What you have to do: I need the number of lines in the data that contain the word "filename", and nothing beyond it.

※

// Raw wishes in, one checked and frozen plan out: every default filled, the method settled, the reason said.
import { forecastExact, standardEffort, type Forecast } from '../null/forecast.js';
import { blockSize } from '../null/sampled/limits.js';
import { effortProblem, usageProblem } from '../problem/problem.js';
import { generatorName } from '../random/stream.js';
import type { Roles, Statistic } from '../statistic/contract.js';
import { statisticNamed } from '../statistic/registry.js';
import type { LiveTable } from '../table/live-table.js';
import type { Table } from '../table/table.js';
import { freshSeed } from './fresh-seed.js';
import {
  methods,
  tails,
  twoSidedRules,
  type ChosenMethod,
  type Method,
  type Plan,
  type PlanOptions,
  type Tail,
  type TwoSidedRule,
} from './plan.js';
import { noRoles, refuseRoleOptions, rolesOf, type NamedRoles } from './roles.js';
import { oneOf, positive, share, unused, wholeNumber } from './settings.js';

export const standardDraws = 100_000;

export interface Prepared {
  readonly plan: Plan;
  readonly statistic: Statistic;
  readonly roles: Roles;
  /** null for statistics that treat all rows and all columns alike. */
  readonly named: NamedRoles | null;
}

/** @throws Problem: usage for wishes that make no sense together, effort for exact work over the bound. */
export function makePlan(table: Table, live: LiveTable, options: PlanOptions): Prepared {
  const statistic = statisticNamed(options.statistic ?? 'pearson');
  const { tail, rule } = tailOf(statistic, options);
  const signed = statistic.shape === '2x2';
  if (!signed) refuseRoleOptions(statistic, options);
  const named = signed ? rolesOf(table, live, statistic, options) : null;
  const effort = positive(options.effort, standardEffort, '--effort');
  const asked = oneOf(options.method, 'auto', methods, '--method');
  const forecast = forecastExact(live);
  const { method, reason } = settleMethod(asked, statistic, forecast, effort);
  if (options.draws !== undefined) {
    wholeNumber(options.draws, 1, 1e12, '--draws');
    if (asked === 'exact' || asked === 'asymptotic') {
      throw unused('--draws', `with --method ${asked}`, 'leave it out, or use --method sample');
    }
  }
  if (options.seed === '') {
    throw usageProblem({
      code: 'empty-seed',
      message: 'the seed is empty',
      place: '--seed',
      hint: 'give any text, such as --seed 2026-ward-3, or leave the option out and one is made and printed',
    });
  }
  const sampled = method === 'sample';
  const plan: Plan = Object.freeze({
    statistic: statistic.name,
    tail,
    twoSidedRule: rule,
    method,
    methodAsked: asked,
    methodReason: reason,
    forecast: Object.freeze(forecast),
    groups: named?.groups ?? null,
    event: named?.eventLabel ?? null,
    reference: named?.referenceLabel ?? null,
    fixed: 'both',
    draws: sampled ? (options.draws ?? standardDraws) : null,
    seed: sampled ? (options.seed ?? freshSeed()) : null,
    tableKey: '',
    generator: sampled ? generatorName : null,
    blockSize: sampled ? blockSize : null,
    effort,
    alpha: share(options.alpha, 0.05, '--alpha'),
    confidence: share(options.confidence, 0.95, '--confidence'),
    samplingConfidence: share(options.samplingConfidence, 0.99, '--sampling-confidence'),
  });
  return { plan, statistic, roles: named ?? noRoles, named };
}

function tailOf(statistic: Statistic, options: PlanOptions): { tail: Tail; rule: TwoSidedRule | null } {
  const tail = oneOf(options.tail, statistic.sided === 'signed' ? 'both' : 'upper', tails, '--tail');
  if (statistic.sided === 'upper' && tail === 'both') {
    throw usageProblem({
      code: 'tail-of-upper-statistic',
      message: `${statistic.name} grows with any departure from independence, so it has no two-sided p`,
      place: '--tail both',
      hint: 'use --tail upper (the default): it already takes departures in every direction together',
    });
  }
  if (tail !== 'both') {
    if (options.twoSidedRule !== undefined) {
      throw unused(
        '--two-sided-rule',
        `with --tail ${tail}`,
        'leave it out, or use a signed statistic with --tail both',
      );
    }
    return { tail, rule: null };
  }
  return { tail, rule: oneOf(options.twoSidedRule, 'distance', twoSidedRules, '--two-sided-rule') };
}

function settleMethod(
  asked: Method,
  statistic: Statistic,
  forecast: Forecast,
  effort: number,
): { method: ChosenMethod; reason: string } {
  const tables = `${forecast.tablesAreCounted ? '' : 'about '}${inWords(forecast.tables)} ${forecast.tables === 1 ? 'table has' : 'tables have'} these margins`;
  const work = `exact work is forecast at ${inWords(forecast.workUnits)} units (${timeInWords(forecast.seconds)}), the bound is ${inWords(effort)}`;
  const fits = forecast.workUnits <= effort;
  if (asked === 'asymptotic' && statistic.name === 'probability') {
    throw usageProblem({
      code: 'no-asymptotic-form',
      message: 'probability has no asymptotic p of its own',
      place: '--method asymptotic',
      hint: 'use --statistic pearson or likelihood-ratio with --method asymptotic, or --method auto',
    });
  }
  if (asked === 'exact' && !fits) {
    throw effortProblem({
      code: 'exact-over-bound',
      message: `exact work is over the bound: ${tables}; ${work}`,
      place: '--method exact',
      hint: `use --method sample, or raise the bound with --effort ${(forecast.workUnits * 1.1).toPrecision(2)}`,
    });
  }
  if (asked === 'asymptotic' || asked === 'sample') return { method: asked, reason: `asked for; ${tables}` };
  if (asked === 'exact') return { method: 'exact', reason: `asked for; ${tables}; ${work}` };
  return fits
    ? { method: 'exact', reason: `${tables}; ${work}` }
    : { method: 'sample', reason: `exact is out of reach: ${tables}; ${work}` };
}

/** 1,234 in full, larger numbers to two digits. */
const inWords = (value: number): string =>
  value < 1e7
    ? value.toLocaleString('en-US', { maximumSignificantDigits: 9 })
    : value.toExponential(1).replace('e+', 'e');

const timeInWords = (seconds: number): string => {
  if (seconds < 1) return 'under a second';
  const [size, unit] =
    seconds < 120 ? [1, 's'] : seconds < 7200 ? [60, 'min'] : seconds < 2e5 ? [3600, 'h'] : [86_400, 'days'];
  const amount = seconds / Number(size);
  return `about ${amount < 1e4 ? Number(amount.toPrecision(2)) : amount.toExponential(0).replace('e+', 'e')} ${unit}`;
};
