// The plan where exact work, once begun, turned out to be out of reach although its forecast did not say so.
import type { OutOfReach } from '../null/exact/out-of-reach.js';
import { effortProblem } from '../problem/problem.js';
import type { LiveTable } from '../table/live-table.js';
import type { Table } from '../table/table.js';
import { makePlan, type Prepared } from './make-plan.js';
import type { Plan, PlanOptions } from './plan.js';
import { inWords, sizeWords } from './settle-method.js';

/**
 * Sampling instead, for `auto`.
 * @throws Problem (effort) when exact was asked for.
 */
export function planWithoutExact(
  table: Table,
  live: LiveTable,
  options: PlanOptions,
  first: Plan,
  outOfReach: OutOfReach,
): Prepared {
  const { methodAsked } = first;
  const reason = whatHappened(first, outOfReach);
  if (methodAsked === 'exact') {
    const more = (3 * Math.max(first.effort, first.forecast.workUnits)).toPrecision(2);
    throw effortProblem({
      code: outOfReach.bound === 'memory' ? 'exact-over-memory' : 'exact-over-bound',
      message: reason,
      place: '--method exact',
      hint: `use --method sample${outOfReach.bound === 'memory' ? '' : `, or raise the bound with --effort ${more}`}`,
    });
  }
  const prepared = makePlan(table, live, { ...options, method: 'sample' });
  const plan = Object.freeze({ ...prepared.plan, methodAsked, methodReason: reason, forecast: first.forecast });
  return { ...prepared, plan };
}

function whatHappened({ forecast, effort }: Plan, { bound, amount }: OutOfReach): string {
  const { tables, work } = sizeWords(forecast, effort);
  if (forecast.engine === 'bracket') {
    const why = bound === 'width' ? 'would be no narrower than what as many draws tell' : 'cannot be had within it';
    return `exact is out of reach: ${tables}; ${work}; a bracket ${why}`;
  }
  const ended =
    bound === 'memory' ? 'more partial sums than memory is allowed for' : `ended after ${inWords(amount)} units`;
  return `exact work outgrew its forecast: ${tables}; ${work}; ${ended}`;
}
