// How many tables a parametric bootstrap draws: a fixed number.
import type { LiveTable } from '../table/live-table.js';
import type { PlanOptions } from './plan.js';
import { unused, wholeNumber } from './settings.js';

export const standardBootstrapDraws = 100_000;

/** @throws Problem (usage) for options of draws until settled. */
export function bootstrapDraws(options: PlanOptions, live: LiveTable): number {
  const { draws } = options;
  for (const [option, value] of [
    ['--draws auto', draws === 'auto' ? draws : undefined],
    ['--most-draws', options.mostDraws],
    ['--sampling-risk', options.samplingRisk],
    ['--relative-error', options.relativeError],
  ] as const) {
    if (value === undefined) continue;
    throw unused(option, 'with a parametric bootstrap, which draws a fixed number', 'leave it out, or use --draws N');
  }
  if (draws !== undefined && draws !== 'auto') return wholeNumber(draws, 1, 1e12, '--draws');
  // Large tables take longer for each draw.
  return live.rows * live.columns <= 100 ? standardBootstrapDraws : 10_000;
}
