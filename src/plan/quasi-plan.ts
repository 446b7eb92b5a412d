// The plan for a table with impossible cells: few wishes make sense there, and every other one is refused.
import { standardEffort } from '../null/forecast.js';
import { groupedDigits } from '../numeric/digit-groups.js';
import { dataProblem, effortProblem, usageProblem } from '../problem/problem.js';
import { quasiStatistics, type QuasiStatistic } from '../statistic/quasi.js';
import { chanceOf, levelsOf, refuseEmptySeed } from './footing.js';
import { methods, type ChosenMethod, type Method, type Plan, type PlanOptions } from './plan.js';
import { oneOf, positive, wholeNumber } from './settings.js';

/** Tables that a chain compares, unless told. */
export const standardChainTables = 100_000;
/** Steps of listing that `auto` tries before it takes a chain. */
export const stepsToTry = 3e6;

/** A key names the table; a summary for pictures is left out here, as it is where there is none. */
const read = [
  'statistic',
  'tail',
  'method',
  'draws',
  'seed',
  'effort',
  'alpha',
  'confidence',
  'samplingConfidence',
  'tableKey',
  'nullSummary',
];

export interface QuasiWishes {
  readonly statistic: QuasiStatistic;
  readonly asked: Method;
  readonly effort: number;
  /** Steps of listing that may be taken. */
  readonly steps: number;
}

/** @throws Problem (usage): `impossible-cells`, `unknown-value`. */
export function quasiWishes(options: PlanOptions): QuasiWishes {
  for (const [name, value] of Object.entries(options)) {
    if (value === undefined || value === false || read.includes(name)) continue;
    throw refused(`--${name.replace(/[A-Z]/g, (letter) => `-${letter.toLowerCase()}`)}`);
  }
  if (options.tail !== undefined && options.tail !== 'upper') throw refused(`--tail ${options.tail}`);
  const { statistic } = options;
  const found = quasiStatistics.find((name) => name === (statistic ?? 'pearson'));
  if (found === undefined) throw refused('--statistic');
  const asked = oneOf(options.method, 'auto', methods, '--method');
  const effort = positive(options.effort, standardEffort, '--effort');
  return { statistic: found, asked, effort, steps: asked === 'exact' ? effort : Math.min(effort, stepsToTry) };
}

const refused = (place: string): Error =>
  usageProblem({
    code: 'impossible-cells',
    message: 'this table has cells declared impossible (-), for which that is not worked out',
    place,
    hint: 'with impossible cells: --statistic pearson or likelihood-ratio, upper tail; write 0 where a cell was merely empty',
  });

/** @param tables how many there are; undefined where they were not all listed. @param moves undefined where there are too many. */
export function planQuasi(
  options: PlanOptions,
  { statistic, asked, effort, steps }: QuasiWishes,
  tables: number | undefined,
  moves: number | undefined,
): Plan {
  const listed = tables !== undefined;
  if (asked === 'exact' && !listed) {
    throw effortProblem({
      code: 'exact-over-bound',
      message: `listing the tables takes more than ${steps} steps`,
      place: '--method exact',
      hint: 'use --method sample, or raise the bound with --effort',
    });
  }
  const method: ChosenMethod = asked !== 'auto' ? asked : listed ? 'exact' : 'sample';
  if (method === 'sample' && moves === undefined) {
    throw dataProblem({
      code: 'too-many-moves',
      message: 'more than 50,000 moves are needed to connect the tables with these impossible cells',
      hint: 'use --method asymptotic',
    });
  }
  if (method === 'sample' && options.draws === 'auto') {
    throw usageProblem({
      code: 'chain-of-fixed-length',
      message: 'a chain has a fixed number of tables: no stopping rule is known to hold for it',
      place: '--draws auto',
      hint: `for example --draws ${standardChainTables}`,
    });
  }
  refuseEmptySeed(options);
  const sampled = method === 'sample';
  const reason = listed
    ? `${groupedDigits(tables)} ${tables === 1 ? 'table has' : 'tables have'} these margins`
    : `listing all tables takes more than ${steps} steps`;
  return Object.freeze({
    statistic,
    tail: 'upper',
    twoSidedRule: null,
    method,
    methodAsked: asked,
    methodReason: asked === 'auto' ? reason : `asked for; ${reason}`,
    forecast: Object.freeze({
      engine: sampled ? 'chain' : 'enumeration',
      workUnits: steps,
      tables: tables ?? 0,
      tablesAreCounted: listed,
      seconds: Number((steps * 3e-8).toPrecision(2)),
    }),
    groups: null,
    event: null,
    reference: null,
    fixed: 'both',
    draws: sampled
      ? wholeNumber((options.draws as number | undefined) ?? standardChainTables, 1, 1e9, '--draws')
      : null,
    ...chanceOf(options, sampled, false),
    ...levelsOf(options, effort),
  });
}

※

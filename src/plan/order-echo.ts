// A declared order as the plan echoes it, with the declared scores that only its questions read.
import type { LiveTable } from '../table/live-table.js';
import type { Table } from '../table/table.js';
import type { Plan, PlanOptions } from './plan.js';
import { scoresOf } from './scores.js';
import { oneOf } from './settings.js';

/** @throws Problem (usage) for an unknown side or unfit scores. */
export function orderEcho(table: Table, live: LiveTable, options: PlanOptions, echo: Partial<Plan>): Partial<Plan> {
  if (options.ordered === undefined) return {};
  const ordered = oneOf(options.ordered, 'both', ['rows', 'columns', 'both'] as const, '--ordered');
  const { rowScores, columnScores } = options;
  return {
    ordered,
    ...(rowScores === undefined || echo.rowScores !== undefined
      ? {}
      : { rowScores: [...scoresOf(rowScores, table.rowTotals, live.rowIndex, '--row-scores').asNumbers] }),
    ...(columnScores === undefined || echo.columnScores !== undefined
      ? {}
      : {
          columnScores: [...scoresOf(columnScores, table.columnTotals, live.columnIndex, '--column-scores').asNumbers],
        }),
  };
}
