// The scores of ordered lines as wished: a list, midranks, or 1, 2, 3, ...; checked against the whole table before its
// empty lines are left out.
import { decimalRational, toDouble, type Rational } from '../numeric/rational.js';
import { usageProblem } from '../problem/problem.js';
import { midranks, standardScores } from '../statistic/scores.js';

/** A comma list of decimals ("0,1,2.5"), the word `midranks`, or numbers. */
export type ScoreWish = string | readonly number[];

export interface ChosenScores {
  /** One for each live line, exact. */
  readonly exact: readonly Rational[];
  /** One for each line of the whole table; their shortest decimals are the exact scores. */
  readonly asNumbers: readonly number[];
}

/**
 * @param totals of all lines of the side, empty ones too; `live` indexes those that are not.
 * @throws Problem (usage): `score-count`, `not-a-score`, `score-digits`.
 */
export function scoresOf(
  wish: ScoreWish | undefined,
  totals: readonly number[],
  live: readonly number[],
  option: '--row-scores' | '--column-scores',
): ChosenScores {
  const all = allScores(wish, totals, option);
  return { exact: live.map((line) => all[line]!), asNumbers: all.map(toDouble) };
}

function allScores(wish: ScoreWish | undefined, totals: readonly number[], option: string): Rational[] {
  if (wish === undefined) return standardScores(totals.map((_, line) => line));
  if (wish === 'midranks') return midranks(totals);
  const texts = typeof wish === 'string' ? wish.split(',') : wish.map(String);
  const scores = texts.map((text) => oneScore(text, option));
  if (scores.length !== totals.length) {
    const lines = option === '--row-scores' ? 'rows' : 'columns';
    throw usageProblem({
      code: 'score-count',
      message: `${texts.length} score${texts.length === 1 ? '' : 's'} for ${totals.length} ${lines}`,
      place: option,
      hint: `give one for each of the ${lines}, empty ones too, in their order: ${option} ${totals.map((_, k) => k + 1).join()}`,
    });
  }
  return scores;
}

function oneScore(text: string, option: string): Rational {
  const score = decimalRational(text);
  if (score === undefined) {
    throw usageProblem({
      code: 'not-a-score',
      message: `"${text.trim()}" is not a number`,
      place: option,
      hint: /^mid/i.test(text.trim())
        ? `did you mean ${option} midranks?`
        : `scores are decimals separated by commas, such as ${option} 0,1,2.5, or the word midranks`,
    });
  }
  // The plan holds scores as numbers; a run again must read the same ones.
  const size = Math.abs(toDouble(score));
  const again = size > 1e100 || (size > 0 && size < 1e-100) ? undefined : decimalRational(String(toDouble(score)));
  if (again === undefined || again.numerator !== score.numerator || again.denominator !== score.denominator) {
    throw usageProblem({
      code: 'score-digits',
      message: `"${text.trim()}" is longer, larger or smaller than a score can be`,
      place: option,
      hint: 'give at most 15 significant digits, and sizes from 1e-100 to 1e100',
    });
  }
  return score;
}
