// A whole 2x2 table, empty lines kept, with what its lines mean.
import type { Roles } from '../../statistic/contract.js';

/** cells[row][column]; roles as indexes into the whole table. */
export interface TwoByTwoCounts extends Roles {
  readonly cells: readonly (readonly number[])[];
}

※

Written solution: 2